THERMOHALINE umsegeln sämtliche Genre-Konventionen

Das Album Beginn mit verträumt klingenden Gitarren, welche durch die Untermalung in Form peitschenden Windes und knarzender Segel die nautische Thematik auf „Maelström“ frühzeitig erahnen lassen. Sobald der Opener an Fahrt gewinnt, ist erstmals das Akkordeon zu vernehmen, dessen Präsenz sich wohl dosiert wie ein roter Faden durch das Debüt des internationalen Trios zieht. Wer nun jedoch mit einer folkloristischen Ausrichtung im Stile von KORPIKLAANI und Konsorten rechnet, hat weit gefehlt. Vielmehr ist das Grundgerüst von THERMOHALINE eine Mischung aus Blastbeat-geschwängerter Black-Metal-Raserei und, nicht selten an SULPHUR AEON erinnerndem, tonnenschwerem Death Metal. Dementsprechend reicht auch die stimmliche Varianz von kratzigen Screams, über tiefe Growls, bis hin zu dezent eingesetzten Clean Vocals.

Während dieses Fundament in der Theorie noch nicht allzu unorthodox anmutet, wird schon bei „Obra Dinn“ klar, dass THERMOHALINE ein Faible für den Bruch mit Genre-Konventionen hat. Sind es anfangs noch vereinzelte Stilmittel, wie der gekonnt eingewobene, von einer wehmütig klingenden Violine begleitete, weibliche Gesang, gesellen sich im weiteren Verlauf von „Maelström“ immer mehr experimentelle Sounds hinzu. Das folgende „Adamastor“ stellt hierbei mit seinen Versatzstücken aus der Glitch Electronica ein hervorragendes Beispiel dar. Derartige Elemente waren schon auf dem aktuellsten Output von DRUON ANTIGON des ebenfalls beteiligten Lennart Janssen zu hören, kommen bei THERMOHALINE nun aber fast noch dominanter zum Tragen. Zwischenzeitig gehen die elektronischen Experimente soweit, dass ein Glitch sämtliche Instrumente zu betreffen scheint und in seinem gewollten Störgeräusch-Effekt eine derart hervorragende musikalische Umsetzung eben dessen präsentiert, dass man sich unweigerlich die Frage stellt, ob Derartiges je zuvor auf einem Black-Metal-Album vertont wurde.

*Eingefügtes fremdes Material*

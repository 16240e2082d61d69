import { mkdtemp, readFile, rm } from 'node:fs/promises';
import { createWriteStream } from 'node:fs';
import { tmpdir } from 'node:os';
import { join } from 'node:path';
import { PassThrough } from 'node:stream';
import { afterAll, beforeAll, describe, expect, it, jest } from '@jest/globals';
import type { SequenceDetail } from '#shared/contracts/sequences';
import { countPictures, dictionariesOf, readPages } from '../../pdf/read-pdf.fixture';
import type { PackageContent } from './package-content';
import { CircuitBuilder, madePhoto, packageOf, pair, recordAll } from './package.fixture';
import { PEOPLE, SIGNATURE } from './package-steps.fixture';
import { writePackageDocument } from './write-package-document';

const NOTE = Array.from({ length: 570 }, (_, index) => `note${String(index).padStart(3, '0')}`)
  .join('')
  .slice(0, 3990);

// Whole documents on a busy machine.
jest.setTimeout(60_000);

let folder: string;
let content: PackageContent;
let bytes: Buffer;
let result: { pages: number };
let pages: string[];
const progress: number[] = [];

async function write(from: PackageContent, name: string): Promise<{ pages: number; bytes: Buffer }> {
  const file = join(folder, name);
  const out = createWriteStream(file);
  const written = await writePackageDocument(from, out, {
    signal: new AbortController().signal,
    onProgress: (fraction) => progress.push(fraction),
  });
  return { ...written, bytes: await readFile(file) };
}

async function madeContent(language: 'en' | 'es' = 'en'): Promise<PackageContent> {
  const good = await madePhoto(120, 90, 1);
  const tall = await madePhoto(90, 120, 2);
  const broken = await madePhoto(60, 60, 3);
  const cut = await madePhoto(60, 50, 4);
  const photos = new Map([
    [good.ref.sha256, good.bytes],
    [tall.ref.sha256, tall.bytes],
    [broken.ref.sha256, Buffer.from('no picture at all')],
    [cut.ref.sha256, cut.bytes.subarray(0, 200)],
  ]);
  const approved = recordAll(
    new CircuitBuilder(1, 'A-12', 'Dairy wall'),
    [good.ref, tall.ref, broken.ref, cut.ref],
    'Fine.',
  )
    .review('sentBack', [{ stepKey: 'drain', text: 'Fill the trap again.' }])
    .answer('drain', { kind: 'choose', value: 'slow' })
    .answer('signature', { kind: 'signature', signature: SIGNATURE })
    .append({ kind: 'submission', restsOn: [] })
    .review('approved')
    .answer('fans', { kind: 'confirm', confirmed: true }, { standing: 'late' });
  const submitted = recordAll(new CircuitBuilder(2, 'A-14', 'Island 🍎 שלום \u202Eevil'), [good.ref], NOTE);
  const open = new CircuitBuilder(3, 'B-3', 'Reach-in')
    .answer('superheat', {
      kind: 'superheat',
      asFound: null,
      asLeft: { valve: 'steady', pair: pair('50', '24') },
    })
    .answer('hold', { kind: 'override', phase: 'set', remark: 'For the valve' })
    .answer('fanAmps', { kind: 'reading', value: { text: 'two', unit: 'A' } })
    .answer('signature', { kind: 'signature', signature: { ...SIGNATURE, strokes: [], typed: true } })
    .append({ kind: 'notApplicable', stepKey: 'gone', reason: 'A step of an older checklist' });
  const notBegun = new CircuitBuilder(4, 'C-7', 'Nobody’s yet');
  return packageOf([approved, submitted, open, notBegun], photos, language);
}

const pageWith = (text: string): string => pages.find((page) => page.includes(text)) ?? '';
const flat = (text: string): string => text.replace(/\n/g, ' ');

beforeAll(async () => {
  folder = await mkdtemp(join(tmpdir(), 'package-document-'));
  content = await madeContent();
  ({ bytes, ...result } = await write(content, 'english.pdf'));
  pages = readPages(bytes);
});
afterAll(() => rm(folder, { recursive: true }));

describe('writePackageDocument', () => {
  it('has as many pages as it says, on every page as well', () => {
    expect(pages).toHaveLength(result.pages);
    pages.forEach((page, index) => expect(page).toContain(`Page ${index + 1} of ${result.pages}`));
  });

  it('tells on the cover what is and what is not complete', () => {
    const [cover = ''] = pages;
    expect(cover).toContain('Willow Bend');
    expect(cover).toContain('1 of 5 circuits approved');
    expect(cover).toMatch(/Submitted, 1 circuit\nA-14/);
    expect(cover).toMatch(/No checklist, 1 circuit\nA-90/);
    expect(flat(cover)).toContain(
      'Local codes and the judgement of licensed practice stand above this document',
    );
  });

  it('gives in the contents the page on which each chapter begins', () => {
    for (const code of ['A-12', 'A-14', 'B-3']) {
      const number = new RegExp(`${code}\\n[^\\n]*\\n[^\\n]*\\n(\\d+)\\n`).exec(pages[1] ?? '')?.[1];
      const chapter = pages[Number(number) - 1] ?? '';
      expect(chapter).toContain('Specification');
      expect(chapter).toContain(code);
    }
  });

  it('gives a circuit that nobody recorded on one line in the summary, and no chapter', () => {
    expect(pages.filter((page) => page.includes('C-7')).map((page) => pages.indexOf(page) + 1)).toEqual([
      1, 3,
    ]);
    expect(pages[2]).toMatch(
      /Not begun\nNothing was recorded[^\n]*\n[\s\S]*C-7\nNobody’s yet\nDairy wall\nNot begun\n11/,
    );
    expect(pages[1]).not.toContain('C-7');
    expect(dictionariesOf(bytes)).not.toContain('/Title (C-7');
  });

  it('names required steps that nobody answered once, together, and leaves out those that are optional', () => {
    const chapter = pageWith('Still open (');
    expect(flat(chapter)).toContain('2. Drain line');
    expect(flat(chapter)).toContain('9. Valve, bulb and strap in one picture');
    expect(chapter).not.toContain('Door heater draws current');
    expect(pages.join('\n')).not.toContain('Nothing recorded\n');
  });

  it('never puts a superheat and its working on two pages', () => {
    const starts = pages.filter((page) => page.includes('7. Superheat of the coil'));
    expect(starts.length).toBe(3);
    starts.forEach((page) => expect(page).toContain('Formula: Superheat'));
  });

  it('prints readings in the units of the opening, as typed, with their limits', () => {
    const page = pageWith('4. Discharge air at the honeycomb');
    expect(page).toContain('27.5 °F');
    expect(page).toContain('entered as -2.5 °C');
    expect(page).toContain('Limits: 24.0 to 30.0 °F');
  });

  it('prints a superheat with its working, as-found beside as-left', () => {
    const page = pageWith('7. Superheat of the coil');
    expect(page).toMatch(/As found\nAs left, lowest\nAs left, highest/);
    expect(page).toMatch(/Dew temperature\n24\.4 °F\n24\.4 °F\n24\.4 °F/);
    expect(flat(page)).toContain('Formula: Superheat = line temperature − dew temperature');
    expect(page).toContain('Source: R-448A');
  });

  it('prints what went wrong: outside, refused, standing, reopened', () => {
    const all = pages.join('\n');
    expect(all).toContain('Below limits');
    expect(all).toContain('liquid may be leaving the coil');
    expect(all).toContain('This is not a number.');
    expect(all).toContain('Still standing: not put back.');
    expect(all).toContain('Fill the trap again.');
  });

  it('keeps what was superseded, came late or is no longer asked', () => {
    const all = pages.join('\n');
    expect(all).toMatch(/Earlier on this step\nWithin limits: Runs clear, trap filled/);
    expect(all).toMatch(
      /Arrived after the approval[\s\S]*All fans run and blow into the case\nRecorded: Confirmed/,
    );
    expect(all).toMatch(/No longer asked[\s\S]*gone\nNot applicable\. Reason: A step of an older checklist/);
  });

  it('prints reviews with the meaning of the signature', () => {
    const page = pageWith('Signed as reviewer');
    expect(page).toContain(PEOPLE.lead.name);
    expect(page).toContain('Meaning: I looked at every step and answer for it.');
  });

  it('lets a note of four thousand letters without a space flow over pages whole', () => {
    const printed = pages
      .join('\n')
      .replace(/\nIsland[^\n]*|\nPage \d+ of \d+|\nWillow[^\n]*|\nA-14 ·[^\n]*|\n/g, '');
    expect(printed).toContain(NOTE.slice(0, 400));
    expect(printed).toContain(NOTE.slice(-400));
  });

  it('puts a visible substitute for letters that the face lacks and drops marks that turn text around', () => {
    expect(pages.join('\n')).toContain('Island □ □□□□ evil');
  });

  it('embeds the good photos once each and says in a frame which can not be opened', () => {
    expect(countPictures(bytes)).toBe(3);
    expect(pages.join('\n').match(/This photo can not be opened\./g)).toHaveLength(2);
  });

  it('prints the approved head and the fingerprint on the last page', async () => {
    const first = await content.loadCircuit(content.circuits[0]?.sequenceId as never);
    const last = pages.at(-1) ?? '';
    expect(last).toContain(`A-12\n${first.fold.approvedHead}`);
    expect(last).toMatch(/A-14\nnot approved/);
    expect(last).toContain(content.installation.fingerprint);
  });

  it('carries metadata, language, outline and structure', () => {
    const heads = dictionariesOf(bytes);
    expect(heads).toContain('/DisplayDocTitle true');
    expect(heads).toContain('/Lang (en-US)');
    expect(heads).toContain('/Marked true');
    expect(heads).toContain('/Title (Rack A)');
    expect(heads).toMatch(/\/S \/H1/);
  });

  it('reports progress that only grows, to the end', () => {
    expect([...progress].sort((a, b) => a - b)).toEqual(progress);
    expect(progress.at(-1)).toBe(1);
  });

  it('writes the same document in Spanish', async () => {
    const spanish = await write(await madeContent('es'), 'spanish.pdf');
    const text = readPages(spanish.bytes).join('\n');
    expect(text).toContain('Paquete de entrega');
    expect(text).toContain('27.5 °F');
    expect(text).toContain('sobrecalentamiento');
    expect(text).not.toMatch(/recalentamiento del/);
    expect(text).not.toMatch(/Within limits|Page \d/);
  });

  it('is complete for an opening that has no circuits', async () => {
    const empty = await write({ ...content, circuits: [], summary: { systems: [] } }, 'empty.pdf');
    expect(readPages(empty.bytes)).toHaveLength(empty.pages);
    expect(readPages(empty.bytes)[0]).toContain('This opening has no circuits yet.');
  });
});

describe('writePackageDocument, when something fails', () => {
  const none = (): void => undefined;

  it('survives photos that can not be fetched', async () => {
    const failing = { ...content, loadPhoto: () => Promise.reject(new Error('store is down')) };
    const written = await write(failing, 'no-photos.pdf');
    expect(written.pages).toBe(result.pages);
    expect(countPictures(written.bytes)).toBe(0);
  });

  it('stops soon after it is aborted, even while a photo hangs', async () => {
    const controller = new AbortController();
    const hanging = {
      ...content,
      loadPhoto: () => {
        controller.abort(new Error('cancelled by a lead'));
        return new Promise<never>(() => undefined);
      },
    };
    const out = new PassThrough().resume();
    const done = writePackageDocument(hanging, out, { signal: controller.signal, onProgress: none });
    await expect(done).rejects.toMatchObject({ name: 'AbortError' });
    expect(out.writableEnded).toBe(false);
  });

  it('ends with an AbortError when it was aborted before it began', async () => {
    const signal = AbortSignal.abort();
    const done = writePackageDocument(content, new PassThrough(), { signal, onProgress: none });
    await expect(done).rejects.toMatchObject({ name: 'AbortError' });
  });

  it('leaves an entry that arrives between the passes to the next package', async () => {
    let calls = 0;
    const moving = {
      ...content,
      loadCircuit: async (id: Parameters<PackageContent['loadCircuit']>[0]): Promise<SequenceDetail> => {
        const detail = await content.loadCircuit(id);
        calls += 1;
        const last = detail.entries.at(-1);
        if (calls <= content.circuits.length || !last) return detail;
        const late = { ...last, server: { ...last.server, position: last.server.position + 1 } };
        return { ...detail, entries: [...detail.entries, late] };
      },
    };
    expect((await write(moving, 'moving.pdf')).pages).toBe(result.pages);
  });

  it('asks for a new attempt when the steps of a circuit changed between the passes', async () => {
    let calls = 0;
    const changed = {
      ...content,
      loadCircuit: async (id: Parameters<PackageContent['loadCircuit']>[0]): Promise<SequenceDetail> => ({
        ...(await content.loadCircuit(id)),
        stepListHash: String((calls += 1)).padStart(64, '0'),
      }),
    };
    const out = new PassThrough().resume();
    const done = writePackageDocument(changed, out, {
      signal: new AbortController().signal,
      onProgress: none,
    });
    await expect(done).rejects.toMatchObject({ name: 'TemporaryFailure' });
  });
});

„Maelström“ ist ein klanggewordener Taifun

Auf der Hälfte des Albums, gibt es mit dem vergleichsweise ruhigen „Sirens“ die erste und letzte Verschnaufpause auf „Maelström“. Diese ist in Anbetracht des akustischen Orkans auch durchaus angebracht, denn hin und wieder droht eben dieser sein Publikum gänzlich zu verschlingen und in den schier unendlichen Fluten undurchdringlicher musikalischer Vielschichtigkeit zu ertränken. Genießt man es im tosenden Zwischenspiel von „Adamastor“ noch, des eigenen Atems beraubt zu werden, wird sich für den ein oder anderen im weiteren Verlauf des Albums unweigerlich der Eindruck eines klanglichen Overkills aufdrängen.

Sich „Maelström“ beim ersten Hördurchlauf gänzlich zu erschließen, ist allein aufgrund der unzähligen vertonten Stilmittel nahezu unmöglich. Wer dem Werk die Zeit zur vollkommenen Entfaltung einräumt und auch vor genre-fremden Einflüssen, sowie technischer Komplexität nicht zurückschreckt, wird mit dem Erstlingswerk von THERMOHALINE einen klanggewordenen Taifun mitreißender Natur erleben. Nur die Angst vor dem Ertrinken sollte man vor diesem Ritt durch die tosende See besser ablegen.